[Collected data entries]
package main

import (
	"bytes"
	"encoding/json"
	"math"
	"os"
	"strings"
	"testing"

	"github.com/formwright/formwright/compiler"
	"github.com/formwright/formwright/compiler/ir"
	"github.com/formwright/formwright/runtime/linsolve"
	"github.com/formwright/formwright/runtime/problem"
	"github.com/formwright/formwright/runtime/study"
)

// exampleSolve runs one example model through solve's own steps and
// returns the solution; compiled says whether to use the compiled kernels.
func exampleSolve(t *testing.T, path string, meth compiler.Method, spec string, compiled bool) *problem.Solution {
	t.Helper()
	return exampleSolveWith(t, path, meth, spec, problem.Options{Interpreted: !compiled})
}

// exampleSolveWith is exampleSolve with the given options.
func exampleSolveWith(t *testing.T, path string, meth compiler.Method, spec string, opts problem.Options) *problem.Solution {
	t.Helper()
	compiled := !opts.Interpreted
	m, err := loadModel(path)
	if err != nil {
		t.Fatal(err)
	}
	msh, _, err := buildMesh(m, spec)
	if err != nil {
		t.Fatal(err)
	}
	lf, err := lowerModel(m, meth)
	if err != nil {
		t.Fatal(err)
	}
	sol, err := problem.Solve(lf, msh, opts)
	if err != nil {
		t.Fatal(err)
	}
	if compiled && sol.Summary.KernelPath != "compiled" {
		t.Fatalf("%s %s: no compiled kernel (regenerate the example's kernels)", path, meth)
	}
	return sol
}

// TestExampleRiverOutfallLayer: Galerkin oscillates at element Péclet 3.9,
// while SUPG, GLS and VMS with the optimal τ are nodally exact (Brooks &
// Hughes 1982; the exact solution is in testdata/REFERENCES.md).
func TestExampleRiverOutfallLayer(t *testing.T) {
	const path = "examples/river_outfall_layer/model.fw"
	m, _ := loadModel(path)
	exact := statedExact(t, m)
	for _, meth := range compiler.AllMethods {
		sol := exampleSolve(t, path, meth, "", false)
		coords := sol.Dofs.NodeCoords(0)
		worst, lo := 0.0, 0.0
		for i, x := range coords {
			u := sol.Fields[0].Values[0][i]
			worst = math.Max(worst, math.Abs(u-exact([]float64{x})))
			lo = math.Min(lo, u)
		}
		switch meth {
		case compiler.Galerkin:
			if lo > -0.5 {
				t.Errorf("galerkin: minimum %.3f, the README states an undershoot below −0.5", lo)
			}
		default:
			if worst > 1e-10 || lo < -1e-12 {
				t.Errorf("%s: nodal error %.2e, minimum %.2e: want nodally exact and no undershoot", meth, worst, lo)
			}
		}
	}
}

// TestExampleCrosswindPlume: across the sharp edge of the plume Galerkin
// over- and undershoots most; SUPG, GLS and VMS reduce both. The stated
// numbers are this example's own results on the default 64×64 mesh
// (regression values, not published ones), checked to 1e-3.
func TestExampleCrosswindPlume(t *testing.T) {
	const path = "examples/crosswind_plume/model.fw"
	stated := map[compiler.Method][2]float64{ // overshoot max−1, undershoot −min
		compiler.Galerkin: {0.178, 0.091},
		compiler.SUPG:     {0.066, 0.068},
		compiler.GLS:      {0.066, 0.068},
		compiler.VMS:      {0.066, 0.068},
	}
	over := map[compiler.Method]float64{}
	for _, meth := range compiler.AllMethods {
		sol := exampleSolve(t, path, meth, "", false)
		r := sol.Summary.Ranges[0]
		o, u := r.Max-1, -r.Min
		over[meth] = o + u
		if math.Abs(o-stated[meth][0]) > 1e-3 || math.Abs(u-stated[meth][1]) > 1e-3 {
			t.Errorf("%s: overshoot %.4f, undershoot %.4f; README states %.3f and %.3f", meth, o, u, stated[meth][0], stated[meth][1])
		}
	}
	for _, meth := range []compiler.Method{compiler.SUPG, compiler.GLS, compiler.VMS} {
		if over[meth] >= over[compiler.Galerkin] {
			t.Errorf("%s does not reduce the over/undershoot of Galerkin", meth)
		}
	}
}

=== PROBLEM TO WORK ON ===
In the records above, find every line containing the word "loadModel" and show it.

=== REPLY ===
	m, err := loadModel(path)
	m, _ := loadModel(path)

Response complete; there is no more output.